Гасанага встал, сунул наконец плащ под мышку и, ни на кого не глядя, вышел. Правда, он что-то буркнул в дверях, но что — никто так и не разобрал.

…Чимназ рыдала в своей комнате; мать послала Махмуда: «Иди, успокой ее». Махмуд постоял рядом, сказал:

— Послушай, Чимназ… Надо ведь и папу понять… А Чимназ закричала сквозь рыдания:

— Отстань от меня! Все отстаньте от меня!

— Не кричи так, папа услышит, а ведь он болен, у него сердце…

— Черт с ними, с его болезнями, — выкрикнула Чимназ и снова зашлась в рыданиях.

Кафар слышал каждое слово дочери. Он посмотрел на Фариду, ища у нее поддержки, но Фарида сидела за столом, словно окаменевшая, не смотрела на него. «Да, совсем его стройка испортила, — думала она, — не то что грубее стал — просто бешеный какой-то! А как кинулся на Гасанагу — глаза, кажется, вот-вот вылетят из орбит. Смотреть, и то страшно! Да, видно, правду врачи говорят, что нервы у него не в порядке, да еще и с головой тогда что-то случилось… Господи, еще перережет всех нас в один прекрасный день…»

Кафар еще раз посмотрел на жену, но она так и не повернула к нему лица. Тогда он, зло хлопнув дверью, вышел куда-то из дома, и Фарида ничего ему не сказала, не подумала даже спросить, куда он — наоборот, даже обрадовалась тому, что он убрался с глаз…
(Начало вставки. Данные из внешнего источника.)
function summarize(columns: SampleColumns, options: SummaryOptions, presorted: SortedSeeing | null): SeeingSummary | null {
  const { timeMs, seeingArcsec } = columns;
  const count = seeingArcsec.length;
  if (timeMs.length !== count) {
    throw new SeeingInputError(`timeMs and seeingArcsec must have equal length, got ${timeMs.length} and ${count}`);
  }
  if (count === 0) return null;
  const replicates = options.bootstrapReplicates ?? DEFAULT_REPLICATES;
  const seed = options.seed ?? DEFAULT_SEED;
  const thresholds = options.thresholdsArcsec ?? [...DEFAULT_THRESHOLDS_ARCSEC];
  const binCount = options.histogramBins ?? DEFAULT_HISTOGRAM_BINS;
  if (!Number.isInteger(binCount) || binCount < 1) throw new SeeingInputError(`histogramBins must be a positive whole number, got ${String(binCount)}`);
  for (const threshold of thresholds) {
    if (!(threshold > 0 && Number.isFinite(threshold))) throw new SeeingInputError(`thresholdsArcsec must hold positive numbers of arcseconds, got ${String(threshold)}`);
  }
  const offsetMs = solarOffsetMs(options.longitudeDeg);

  const sum = sumOfSeeing(seeingArcsec);
  if (presorted !== null) requireStableSort(seeingArcsec, presorted);
  const { order, sorted } = presorted ?? sortPositive(seeingArcsec);
  const quantile = (fraction: number): number => percentileSorted(sorted, fraction);
  // The logarithms where they are used (the fit's two passes, the few values the KS search looks at): a little more
  // work than one array of them, and 8 bytes a sample less memory.
  const fit = fitLogNormalToPositive(sorted);
  const ks = fit.sigma > 0 ? ksDistanceLogNormalOfSortedPositive(sorted, fit.mu, fit.sigma) : 1 - 1 / count;

  // One 4-byte column a sample holds, in turn, each night's key, its slot, its slot and hour, and the month of each
  // sorted position, each written over the one before where that is no longer read; the night of each sorted
  // position goes over the sort order (read at the same position just before), when the order is this function's
  // own. Instead of five new arrays.
  const column = new Int32Array(count);

  // Nights (integer day numbers) are the bootstrap block, give the nightly medians and the month a sample counts in.
  const { nightKeys, firstNight, lastNight } = nightsOf(timeMs, offsetMs, column);
  const { slotKeys: nightDays, slotOf: nightSlotOf } = slotsOfKeys(nightKeys, firstNight, lastNight, column);
  const nightCount = nightDays.length;
  const nightLabels = nightDays.map(dayNumberLabel);

  // Nights ascend, so their months do too: month index of each night slot, from its 'YYYY-MM'.
  const monthLabels: string[] = [];
  const monthOfNight = new Int32Array(nightCount);
  nightLabels.forEach((label, slot) => {
    const month = label.slice(0, 7);
    if (monthLabels[monthLabels.length - 1] !== month) monthLabels.push(month);
    monthOfNight[slot] = monthLabels.length - 1;
  });

  // One pass through the sort order tags each sorted position with its night (the bootstrap needs that) and feeds
  // every value to its night's, month's and hour's percentile capture: values come ascending, so each group's
  // order statistics are found without regrouping or sorting any group.
  const { nightAndHourOf, nightSizes, hourSizes } = packNightAndHour(nightSlotOf, timeMs, offsetMs, nightCount, column);
  const monthSizes = new Int32Array(monthLabels.length);
  nightSizes.forEach((size, slot) => (monthSizes[monthOfNight[slot] ?? 0] = (monthSizes[monthOfNight[slot] ?? 0] ?? 0) + size));
  const monthFractions = [0.5, 0.1, 0.25, 0.75, 0.9];
  const nightCapture = new RankCapture(nightSizes, [0.5]);
  const monthCapture = new RankCapture(monthSizes, monthFractions);
  const hourCapture = new RankCapture(hourSizes, [0.5]);
  const nightOfSorted = tagSortedPositions(
    order,
    sorted,
    nightAndHourOf,
    monthOfNight,
    nightCapture,
    monthCapture,
    hourCapture,
    presorted === null ? new Int32Array(order.buffer, order.byteOffset, count) : new Int32Array(count),
  );

  const nightMedians = nightCapture.percentiles();
  const nightly = nightLabels.map((night, slot) => ({ night, samples: nightSizes[slot] ?? 0, median: nightMedians[slot] ?? Number.NaN }));

  const monthPercentiles = monthCapture.percentiles();
  const monthly = monthLabels.map((month, slot) => {
    const at = (column: number): number => monthPercentiles[slot * monthFractions.length + column] ?? Number.NaN;
    return { month, samples: monthSizes[slot] ?? 0, median: at(0), p10: at(1), p25: at(2), p75: at(3), p90: at(4) };
  });

  const hourMedians = hourCapture.percentiles();
  const hourly: SeeingSummary['hourly'] = [];
  for (let hour = 0; hour < 24; hour += 1) {
    const samples = hourSizes[hour] ?? 0;
    if (samples > 0) hourly.push({ hour, samples, median: hourMedians[hour] ?? Number.NaN });
  }
  // Ordered through the night (from local noon), so an evening-to-morning chart reads left to right.
  hourly.sort((left, right) => ((left.hour + 12) % 24) - ((right.hour + 12) % 24));

  // Intervals only from 10 nights on: below that the nominal 95 % covers far less (nightIntervalStatus).
  const interval = nightIntervalStatus(nightCount);
  const withInterval = interval.status !== 'too_few_nights';
  let medianCi95: [number, number] | null = null;
  if (withInterval) {
    const replicateMedians = bootstrapPooledMedianSorted(sorted, nightOfSorted, nightSizes, { replicates, seed }).sort();
    medianCi95 = [percentileSorted(replicateMedians, 0.025), percentileSorted(replicateMedians, 0.975)];
  }

  const fractionBelow: Record<string, number> = {};
  const fractionBelowCi95: Record<string, [number, number] | null> = {};
  thresholds.forEach((threshold, index) => {
    const below = lowerBound(sorted, threshold);
    const key = thresholdKey(threshold);
    fractionBelow[key] = below / count;
    fractionBelowCi95[key] = null;
    if (withInterval) {
      // Its own replicate stream per threshold (seed + index + 1), so adding a threshold leaves the others as they were.
      const replicateFractions = bootstrapGroupFraction(countBelowByNight(nightOfSorted, below, nightCount), nightSizes, { replicates, seed: seed + index + 1 }).sort();
      fractionBelowCi95[key] = [percentileSorted(replicateFractions, 0.025), percentileSorted(replicateFractions, 0.975)];
    }
  });

  // Calendar month (1–12) and season of each night, then of each sorted value, for the season figures.
  const seasonList = hemisphereSeasons(options.latitudeDeg);
  const monthOfYearOfNight = Int32Array.from(nightLabels, (label) => Number(label.slice(5, 7)));
  const seasonOfNight = Int32Array.from(monthOfYearOfNight, (month) => seasonIndexOfMonth(month));
  const seasonNights = new Int32Array(4);
  const seasonSizes = new Int32Array(4);
  seasonOfNight.forEach((season, slot) => {
    seasonNights[season] = (seasonNights[season] ?? 0) + 1;
    seasonSizes[season] = (seasonSizes[season] ?? 0) + (nightSizes[slot] ?? 0);
  });
  const seasonCapture = new RankCapture(seasonSizes, [0.5, 0.25, 0.75]);
  const monthOfSorted = tagMonthsAndSeasons(sorted, nightOfSorted, monthOfYearOfNight, seasonOfNight, seasonCapture, column);
  const seasonPercentiles = seasonCapture.percentiles();
  const seasons: SeasonStatistics[] = seasonList.map((season, index) => {
    const has = (seasonSizes[index] ?? 0) > 0;
    const at = (column: number): number | null => (has ? (seasonPercentiles[index * 3 + column] ?? null) : null);
    return { code: season.code, name: season.name, months: season.months, samples: seasonSizes[index] ?? 0, nights: seasonNights[index] ?? 0, median: at(0), p25: at(1), p75: at(2) };
  });
  const seasonBalanced = seasonBalancedMedianSorted(sorted, monthOfSorted);

  const sortedNightMedians = Float64Array.from(nightMedians).sort();
  const nightlyMedians = {
    nights: nightCount,
    median: percentileSorted(sortedNightMedians, 0.5),
    p25: percentileSorted(sortedNightMedians, 0.25),
    p75: percentileSorted(sortedNightMedians, 0.75),
  };
  const turbulenceOptions = { longitudeDeg: options.longitudeDeg, latitudeDeg: options.latitudeDeg };
  const tau0 = columns.tau0Ms === undefined ? null : summarizeTurbulenceParameter(timeMs, requireLength(columns.tau0Ms, count, 'tau0Ms'), turbulenceOptions);
  const theta0 = columns.theta0Arcsec === undefined ? null : summarizeTurbulenceParameter(timeMs, requireLength(columns.theta0Arcsec, count, 'theta0Arcsec'), turbulenceOptions);

  // r0 = 0.98 λ/ε per sample is decreasing in ε, so r0's ascending order is seeing's descending order.
  const r0ScaleCmArcsec = ((SEEING_CONSTANT * REFERENCE_WAVELENGTH_NM * 1e-9) * ARCSEC_PER_RADIAN) * 100;
  const r0Quantile = (fraction: number): number => {
    // Type-7 interpolation on the r0 order statistics r0[i] = scale / seeing[n − 1 − i].
    const position = (count - 1) * fraction;
    const lowIndex = Math.floor(position);
    const low = r0ScaleCmArcsec / (sorted[count - 1 - lowIndex] ?? Number.NaN);
    if (lowIndex + 1 >= count) return low;
    const high = r0ScaleCmArcsec / (sorted[count - 2 - lowIndex] ?? Number.NaN);
    return low + (position - lowIndex) * (high - low);
  };

  return {
    seeing: {
      unit: 'arcsec',
      wavelengthNm: 500,
      atZenith: true,
      mean: sum / count,
      p10: quantile(0.1),
      p25: quantile(0.25),
      median: quantile(0.5),
      p75: quantile(0.75),
      p90: quantile(0.9),
      medianCi95,
    },
    r0: { unit: 'cm', p10: r0Quantile(0.1), p25: r0Quantile(0.25), median: r0Quantile(0.5), p75: r0Quantile(0.75), p90: r0Quantile(0.9) },
    interval,
    seasonBalanced,
    seasons,
    nightlyMedians,
    lognormal: { mu: fit.mu, sigma: fit.sigma, median: fit.median, ks },
    fractionBelow,
    fractionBelowCi95,
    tau0: tau0 === null ? null : { unit: 'ms', ...tau0 },
    theta0: theta0 === null ? null : { unit: 'arcsec', ...theta0 },
    warnings: summaryWarnings({ nights: nightCount, longitudeGiven: options.longitudeDeg !== undefined, context: options.context }),
    nights: nightCount,
    monthly,
    hourly,
    nightly,
    histogram: logHistogram(sorted, binCount, fit.mu, fit.sigma),
    cdf: cdfPoints(sorted),
    method: {
      seeingConstant: 0.98,
      percentile: 'linear (Hyndman-Fan type 7)',
      bootstrap: withInterval
        ? `whole nights resampled with replacement, ${replicates} replicates, seed ${seed}, 2.5–97.5% percentile interval of the pooled median and of each fraction below a threshold`
        : `not run: ${interval.reason ?? 'too few nights'}`,
      lognormal: 'maximum likelihood on ln(seeing), sigma with divisor n; ks = Kolmogorov–Smirnov distance to the fit',
      fractionBelow: 'share of accepted samples with seeing strictly below the threshold',
      night: `date of (local solar time − 12 h), local solar time = UTC + longitude/15 h (${options.longitudeDeg === undefined ? 'no longitude given: UTC' : `longitude ${options.longitudeDeg}°`})`,
      hourly: 'local solar hour 0..23, listed from noon through the night',
      seasonBalanced: SEASON_BALANCED_METHOD,
      seasons: SEASONS_METHOD,
      interval: INTERVAL_METHOD,
    },
  };
}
Куда он шел? Зачем? Кафар не думал об этом, да и не хотел думать. Идти! Идти! Пока держат ноги, идти! «Интересно, — вдруг взбрело ему в голову, — есть ли где-нибудь конец света?» И самому же стало смешно от этой глупой мысли: ведь сейчас любой ребенок знает, что земля — шар, что нет у нее конца, некуда убежать человеку от своего горя! Куда бы ты ни пошел — все равно вернешься на старое место… Куда? К Фариде? К Гемер-ханум, к ювелирам джабарам, ко всем этим ягубам и прочим?!

— Братец, подай мне ради бога.

Кафар вздрогнул, остановился и увидел сидящую прямо на асфальте молодую цыганку. На коленях у цыганки лежал ребенок, с чмоканьем сосавший желтую грудь. «Интересно, — тупо подумал Кафар, — как бы он себя вел, этот ребенок, если бы понимал, что его мать побирается? Да и, собственно, ради кого она побирается-то, эта несчастная? Наверно, ради него, ради этого ребенка».

Женщина, увидев, что прохожий разглядывает ребенка, приободрилась:

— Помоги ради бога, братец…

— Ну нет! Ради бога я тебе подавать не стану. В другое время, может быть, и подал бы, а сейчас нет, не подам.